**PROBLEM DETAILS:**
Wherever "await" turns up in the entries, copy out the line that holds it.

--

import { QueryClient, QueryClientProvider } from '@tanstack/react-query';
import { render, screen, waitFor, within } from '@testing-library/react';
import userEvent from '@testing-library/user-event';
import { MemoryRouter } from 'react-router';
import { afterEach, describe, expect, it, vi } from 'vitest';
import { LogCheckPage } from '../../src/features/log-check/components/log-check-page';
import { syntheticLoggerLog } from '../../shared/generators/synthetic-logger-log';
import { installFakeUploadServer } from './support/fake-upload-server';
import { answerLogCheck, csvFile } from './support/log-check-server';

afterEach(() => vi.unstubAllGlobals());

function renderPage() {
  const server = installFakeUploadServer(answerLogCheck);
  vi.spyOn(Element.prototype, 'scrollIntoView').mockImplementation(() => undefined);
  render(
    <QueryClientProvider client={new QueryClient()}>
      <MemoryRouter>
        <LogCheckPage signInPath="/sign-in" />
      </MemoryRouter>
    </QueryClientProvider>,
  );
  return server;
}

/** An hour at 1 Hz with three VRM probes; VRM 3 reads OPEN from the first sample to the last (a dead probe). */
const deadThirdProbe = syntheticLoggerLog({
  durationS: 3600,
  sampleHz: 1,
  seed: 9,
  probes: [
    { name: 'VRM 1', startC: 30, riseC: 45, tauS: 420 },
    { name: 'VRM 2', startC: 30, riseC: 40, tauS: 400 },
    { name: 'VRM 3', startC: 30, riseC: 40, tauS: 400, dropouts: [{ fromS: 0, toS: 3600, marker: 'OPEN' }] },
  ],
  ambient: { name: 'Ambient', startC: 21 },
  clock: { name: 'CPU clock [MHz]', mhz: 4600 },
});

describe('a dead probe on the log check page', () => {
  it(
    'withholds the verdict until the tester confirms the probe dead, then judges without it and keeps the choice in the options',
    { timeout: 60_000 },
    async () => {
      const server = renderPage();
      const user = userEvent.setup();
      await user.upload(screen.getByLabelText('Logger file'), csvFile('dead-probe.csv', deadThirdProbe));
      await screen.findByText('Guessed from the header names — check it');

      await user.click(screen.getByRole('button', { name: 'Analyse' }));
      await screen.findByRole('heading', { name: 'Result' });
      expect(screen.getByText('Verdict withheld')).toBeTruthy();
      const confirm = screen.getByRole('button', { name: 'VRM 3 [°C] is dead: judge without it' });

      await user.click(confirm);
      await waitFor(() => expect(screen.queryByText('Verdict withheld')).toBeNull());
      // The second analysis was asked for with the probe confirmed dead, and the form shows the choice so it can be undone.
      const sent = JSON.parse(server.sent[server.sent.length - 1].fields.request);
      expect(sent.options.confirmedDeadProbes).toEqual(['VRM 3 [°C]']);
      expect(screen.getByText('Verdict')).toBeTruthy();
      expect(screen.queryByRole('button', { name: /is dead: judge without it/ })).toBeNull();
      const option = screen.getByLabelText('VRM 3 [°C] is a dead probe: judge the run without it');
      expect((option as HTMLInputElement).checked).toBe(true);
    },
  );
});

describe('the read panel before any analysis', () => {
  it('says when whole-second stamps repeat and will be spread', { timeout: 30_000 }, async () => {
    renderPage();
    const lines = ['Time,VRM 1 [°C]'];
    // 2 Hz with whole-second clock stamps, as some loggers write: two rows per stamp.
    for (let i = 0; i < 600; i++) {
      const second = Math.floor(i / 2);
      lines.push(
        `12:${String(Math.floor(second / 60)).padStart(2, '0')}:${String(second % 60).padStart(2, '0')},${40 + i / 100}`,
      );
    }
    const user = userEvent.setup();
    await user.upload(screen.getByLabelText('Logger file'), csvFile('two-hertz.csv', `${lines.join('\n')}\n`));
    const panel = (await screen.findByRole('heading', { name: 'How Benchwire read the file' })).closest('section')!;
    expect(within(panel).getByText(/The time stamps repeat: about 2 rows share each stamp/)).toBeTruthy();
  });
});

--

**ANSWER BELOW:**
      await user.upload(screen.getByLabelText('Logger file'), csvFile('dead-probe.csv', deadThirdProbe));
      await screen.findByText('Guessed from the header names — check it');
      await user.click(screen.getByRole('button', { name: 'Analyse' }));
      await screen.findByRole('heading', { name: 'Result' });
      await user.click(confirm);
      await waitFor(() => expect(screen.queryByText('Verdict withheld')).toBeNull());
    await user.upload(screen.getByLabelText('Logger file'), csvFile('two-hertz.csv', `${lines.join('\n')}\n`));
    const panel = (await screen.findByRole('heading', { name: 'How Benchwire read the file' })).closest('section')!;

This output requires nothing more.